[Task details]
Copy out every line of the data that has the word "rounded" somewhere in it.

• • • •

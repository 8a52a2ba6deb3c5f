import { queryOptions, useQuery } from '@tanstack/react-query';
import type { StaffMember } from '../../../../shared/auth/schemas';
import { apiRequest } from '../../../lib/api-client';

export const staffKeys = { all: ['staff'] as const, list: () => [...staffKeys.all, 'list'] as const };

export const getStaff = () => apiRequest<{ staff: StaffMember[] }>('/api/staff').then((r) => r.staff);

export const getStaffQueryOptions = () => queryOptions({ queryKey: staffKeys.list(), queryFn: getStaff });

export const useStaff = () => useQuery(getStaffQueryOptions());
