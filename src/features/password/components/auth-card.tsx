import type { ReactNode } from 'react';
import type { LucideIcon } from 'lucide-react';

/** The signed-out pages' frame (as sign-in): one card in the middle of the screen. */
export function AuthCard({ title, intro, children }: { title: string; intro?: string; children: ReactNode }) {
  return (
    <main className="flex min-h-screen items-center justify-center bg-paper px-4">
      <div className="w-full max-w-md rounded-2xl bg-paper-raised p-8 shadow-sm ring-1 ring-ink/10">
        <p className="text-sm font-semibold uppercase tracking-wide text-ink-muted">Mendstep</p>
        <h1 className="mt-1 text-3xl font-bold tracking-tight">{title}</h1>
        {intro ? <p className="mb-6 mt-1 text-ink-muted">{intro}</p> : <div className="mb-6" />}
        {children}
      </div>
    </main>
  );
}

export const textLinkClass = 'inline-flex min-h-target items-center font-medium underline underline-offset-4';
export const primaryLinkClass = 'inline-flex min-h-target items-center justify-center rounded-lg bg-ink px-4 py-2 font-medium text-paper hover:bg-ink-soft';

/** A done-and-what-next message, said by its title and icon as well as its colour. */
export function SuccessNote({ icon: Icon, title, children }: { icon: LucideIcon; title: string; children: ReactNode }) {
  return (
    <div role="status" className="flex gap-3 rounded-lg border-l-4 border-moss-500 bg-moss-50 p-3">
      <Icon aria-hidden className="mt-0.5 h-5 w-5 shrink-0" />
      <div>
        <p className="font-semibold">{title}</p>
        <p className="text-sm">{children}</p>
      </div>
    </div>
  );
}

• • • •

[Expected output]
      <div className="w-full max-w-md rounded-2xl bg-paper-raised p-8 shadow-sm ring-1 ring-ink/10">
export const primaryLinkClass = 'inline-flex min-h-target items-center justify-center rounded-lg bg-ink px-4 py-2 font-medium text-paper hover:bg-ink-soft';
    <div role="status" className="flex gap-3 rounded-lg border-l-4 border-moss-500 bg-moss-50 p-3">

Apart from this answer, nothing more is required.